Ce qui se passe actuellement en Turquie après l’échec de la tentative de coup d’Etat pousse à des questionnements lancinants et à des craintes légitimes. Le grand ménage opéré dans les rangs de l’Armée et de la Justice risquant, à tout moment, de s’étendre à d’autres figures de l’opposition et de la société civile, n’annoncent-ils pas un raidissement d’un pouvoir gagné depuis quelque temps par une tentation autoritariste ?

La Turquie vit depuis quelques années une tension politique et sociale permanente, un grand malaise politique, malgré les avancées qu’il a accomplies sur le plan économique.
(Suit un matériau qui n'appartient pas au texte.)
"""Contest checks: contest rows need group, n_players and prize, and each group holds
n_players subjects."""

from __future__ import annotations

import numpy as np
import pandas as pd

from . import columns as C
from .checker import Checker, Column
from .report import show_value


def contest_rows(ch: Checker, cols: dict[str, Column | None]) -> np.ndarray:
    """Rows of contest trials: task 'contest', or (without a task column) n_players > 1."""
    task = cols.get("task")
    if task is not None:
        return task.values == C.TASKS.index("contest")
    n_players = cols.get("n_players")
    if n_players is not None:
        with np.errstate(invalid="ignore"):
            return n_players.values > 1
    return np.zeros(ch.n, dtype=bool)


def check_contest(
    ch: Checker, cols: dict[str, Column | None], subject: np.ndarray, contest: np.ndarray
) -> None:
    """Contest rows need group, n_players and prize; each group has n_players subjects."""
    if not contest.any():
        return
    rows = np.flatnonzero(contest)
    for name in C.CONTEST_REQUIRED:
        column = cols.get(name)
        if column is None:
            ch.collector.add(
                "contest_fields",
                int(ch.lines[rows[0]]),
                name,
                "<no such column>",
                f"a '{name}' column giving each contest row its {name.replace('_', ' ')} "
                f"({len(rows)} contest rows)",
            )
            continue
        empty = rows[~column.ok[rows]]
        raw_empty = (
            empty[np.isnan(np.asarray(column.values[empty], dtype=np.float64))]
            if (name != "group")
            else empty
        )
        if len(raw_empty):
            ch.collector.add_rows(
                "contest_fields",
                ch.lines[raw_empty],
                name,
                np.full(len(raw_empty), np.nan),
                f"a {name.replace('_', ' ')} on every contest row",
            )
    group, n_players = cols.get("group"), cols.get("n_players")
    if group is None or n_players is None:
        return
    usable = rows[group.ok[rows] & n_players.ok[rows] & (subject[rows] >= 0)]
    if len(usable) == 0:
        return
    table = pd.DataFrame(
        {
            "group": group.values[usable],
            "subject": subject[usable],
            "n_players": n_players.values[usable],
            "line": ch.lines[usable],
        }
    )
    per_group = table.groupby("group", sort=False).agg(
        subjects=("subject", "nunique"),
        n_min=("n_players", "min"),
        n_max=("n_players", "max"),
        line=("line", "min"),
    )
    bad = per_group[(per_group.subjects != per_group.n_min) | (per_group.n_min != per_group.n_max)]
    labels = ch.frame["group"].to_numpy()
    first_row = table.groupby("group", sort=False)["line"].idxmin()
    for code, row in bad.sort_values("line").iterrows():
        label = labels[usable[first_row[code]]]
        if row.n_min != row.n_max:
            expected = (
                f"one n_players value per group (group {show_value(label)} has "
                f"{int(row.n_min)} and {int(row.n_max)})"
            )
        else:
            expected = f"{int(row.n_min)} players in group {show_value(label)}, as n_players says"
        ch.collector.add(
            "group_size",
            int(row.line),
            "group",
            f"<{int(row.subjects)} subject(s) in the group>",
            expected,
        )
La résurgence de la menace terroriste dans ce pays au cours des mois écoulés a été considérée comme une résultante logique du laxisme d’Ankara, longtemps soupçonnée de complaisance à l’égard des groupes terroristes se réclamant de Daech qui ont utilisé ce pays comme base de transit et logistique pour semer la mort et le chaos en Syrie, en Libye et ailleurs.
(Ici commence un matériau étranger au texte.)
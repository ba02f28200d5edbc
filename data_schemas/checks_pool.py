"""Task-variant columns of decision-level stopping data (DESIGN.md, "Task variants").

- ``pool_size`` N and ``pool_bad`` B (integers, per trial, both given or both empty): draws
  without replacement from N items of which B bust. With G = N - B good items, the draw at
  step s survives with chance (G - s) / (N - s), and ``p_survive`` on that row must equal it
  (absolute tolerance ``POOL_P_TOL``). At s = G only bad items are left: the trial ends
  there with a forced "stop" whose p_survive is 0 (the only place a p_survive of 0 is
  accepted); steps beyond G cannot occur.
- ``odds_known`` (0 or 1, per trial, empty = 1): 0 marks trials whose survival chance was
  not told to the participant; ``p_survive`` stays the true chance (the simulator's).

Constancy within a trial is checked with the other design columns (checks_sequences); for
pool rows ``p_survive`` is exempt from that check, since it changes with the step.
"""

from __future__ import annotations

from typing import Any

import numpy as np

from . import columns as C
from .checker import Checker, Column

POOL_P_TOL = 1e-6
SHOWN = 1000  # expectations built for at most this many rows per kind (the report keeps fewer)


def check_pool_columns(ch: Checker) -> dict[str, Column | None]:
    """Type and range checks of pool_size, pool_bad and odds_known (None when absent)."""
    return {
        "pool_size": ch.numeric(
            "pool_size",
            False,
            "an integer >= 2 (items in the pool), or empty for constant odds",
            integer=True,
            bounds=(2.0, np.inf, False, False),
            range_kind="pool_range",
        ),
        "pool_bad": ch.numeric(
            "pool_bad",
            False,
            "an integer >= 1 (bad items in the pool), or empty for constant odds",
            integer=True,
            bounds=(1.0, np.inf, False, False),
            range_kind="pool_range",
        ),
        "odds_known": ch.numeric(
            "odds_known",
            False,
            "0 or 1 (0 = the survival chance was not told), or empty for 1",
            integer=True,
            bounds=(0.0, 1.0, False, False),
        ),
    }


def pool_rows(cols: dict[str, Column | None]) -> np.ndarray | None:
    """Rows of pool trials (a valid pool_size); None when the data have no pool column."""
    size = cols.get("pool_size")
    return None if size is None else size.ok.copy()


def pool_survival_chance(pool_size: np.ndarray, pool_bad: np.ndarray, step: np.ndarray) -> Any:
    """(G - s) / (N - s) with G = N - B: the chance that the draw at step s survives."""
    good = pool_size - pool_bad
    with np.errstate(divide="ignore", invalid="ignore"):
        return (good - step) / (pool_size - step)


def check_pool_rows(
    ch: Checker, cols: dict[str, Column | None], step: Column | None, action: Column | None
) -> None:
    """Both pool columns or neither per row; B < N; s <= G with a stop at s = G;
    p_survive = (G - s) / (N - s); p_survive 0 nowhere else."""
    size, bad = cols.get("pool_size"), cols.get("pool_bad")
    if size is None and bad is None:
        return
    _check_zero_chances(ch, cols, step, action)
    if size is None or bad is None:
        absent = "pool_bad" if bad is None else "pool_size"
        ch.missing_column(absent, [str(c) for c in ch.frame.columns])
        return
    given_size = ~ch.empty_mask(ch.frame["pool_size"]).astype(bool)
    given_bad = ~ch.empty_mask(ch.frame["pool_bad"]).astype(bool)
    pairs = (("pool_bad", given_size & ~given_bad), ("pool_size", given_bad & ~given_size))
    for name, lacking in pairs:
        idx = np.flatnonzero(lacking)
        ch.collector.add_rows(
            "pool_range",
            ch.lines[idx],
            name,
            np.full(len(idx), np.nan),
            "pool_size and pool_bad both given (a pool trial) or both empty (constant odds)",
        )
    both = size.ok & bad.ok
    too_many = np.flatnonzero(both & (bad.values >= size.values))
    ch.collector.add_rows(
        "pool_range",
        ch.lines[too_many],
        "pool_bad",
        bad.values[too_many],
        [f"fewer bad items than pool_size = {size.values[i]:g}" for i in too_many[:SHOWN]],
    )
    if step is None:
        return
    _check_pool_chances(ch, cols, step, both & (bad.values < size.values) & step.ok)


def _check_zero_chances(
    ch: Checker, cols: dict[str, Column | None], step: Column | None, action: Column | None
) -> None:
    """p_survive 0 only on a pool row at s = G (no good item left), and there a "stop"."""
    p, size, bad = cols.get("p_survive"), cols.get("pool_size"), cols.get("pool_bad")
    if p is None:
        return
    zero = p.ok & (p.values == 0.0)
    cleared = np.zeros(ch.n, dtype=bool)
    if size is not None and bad is not None and step is not None:
        cleared = size.ok & bad.ok & step.ok & (step.values == size.values - bad.values)
    stray = np.flatnonzero(zero & ~cleared)
    ch.collector.add_rows(
        "p_survive_range",
        ch.lines[stray],
        "p_survive",
        p.values[stray],
        "a probability strictly between 0 and 1 (0 only where a pool has no good item left)",
    )
    if action is None:
        return
    stop_code = C.ACTIONS.index("stop")
    drawn = np.flatnonzero(cleared & action.ok & (action.values != stop_code))
    ch.collector.add_rows(
        "pool_p_survive",
        ch.lines[drawn],
        "action",
        np.full(len(drawn), "draw", dtype=object),
        "'stop': no good item is left in the pool, so the trial ends here",
    )


def _check_pool_chances(
    ch: Checker, cols: dict[str, Column | None], step: Column, rows: np.ndarray
) -> None:
    size, bad, p = cols["pool_size"], cols["pool_bad"], cols.get("p_survive")
    good = size.values - bad.values
    beyond = np.flatnonzero(rows & (step.values > good))
    ch.collector.add_rows(
        "pool_p_survive",
        ch.lines[beyond],
        "step",
        step.values[beyond],
        [f"at most the pool's {good[i]:g} good items" for i in beyond[:SHOWN]],
    )
    if p is None:
        return
    checked = rows & (step.values <= good) & p.ok
    expected = pool_survival_chance(size.values, bad.values, step.values)
    off = np.flatnonzero(checked & (np.abs(p.values - expected) > POOL_P_TOL))
    ch.collector.add_rows(
        "pool_p_survive",
        ch.lines[off],
        "p_survive",
        p.values[off],
        [
            f"(good left)/(items left) = ({good[i]:g} - {step.values[i]:g})/"
            f"({size.values[i]:g} - {step.values[i]:g}) = {expected[i]:.6g}"
            for i in off[:SHOWN]
        ],
    )


def check_variant_contests(ch: Checker, cols: dict[str, Column | None], contest: Any) -> None:
    """Contest rows with a pool or untold odds are refused: the contest games assume one
    constant, told survival chance (refused rather than fitted as if it were)."""
    size, known = cols.get("pool_size"), cols.get("odds_known")
    for name, column, flagged in (
        ("pool_size", size, None if size is None else size.ok),
        ("odds_known", known, None if known is None else known.ok & (known.values == 0)),
    ):
        if column is None:
            continue
        rows = np.flatnonzero(contest & flagged)
        ch.collector.add_rows(
            "variant_contest",
            ch.lines[rows],
            name,
            column.values[rows],
            "a solo trial: contests from a pool or with untold odds are not modelled",
        )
Au moment où ce pays commençait à payer un  tribut lourd de ses mauvais choix politiques et stratégiques, aux plans régional et même international, que des doutes de plus en plus persistants commencent à être exprimés au sujet de la dérive autoritaire d’un régime qui a tourné le dos à l’héritage kémaliste, il est fort à craindre que le putsch manqué ne soit exploité pour accentuer le  virage dangereux amorcé depuis quelques années, menaçant d’emporter avec lui tous les acquis démocratiques que ce pays a pu construire. A l’heure où le pays continue de vivre dans une véritable tourmente, les prochains jours nous éclaireront sur la propension de ce régime légitime à préserver les fondements desquels il a toujours tiré sa légitimité !

Enfin, la tragédie de Nice nous rappelle que malgré le caractère lâche et barbare de l’acte commis, il est des lignes rouges que les pouvoirs exceptionnels accordés aux forces de sécurité et la liberté dont les médias en France sont dotés, qui ne devraient pas être franchies. La stigmatisation à outrance des Tunisiens, la montée du racisme et du sentiment xénophobe contre cette forte communauté, qui a toujours vécu et travaillé paisiblement dans cette région, est contreproductif. Il serait mal venu d’exploiter ce drame en favorisant l’amalgame et en exacerbant le sentiment de haine contre les Tunisiens en les assimilant tous a des terroristes et de banaliser les exactions contre eux pour simple fait de délit de faciès.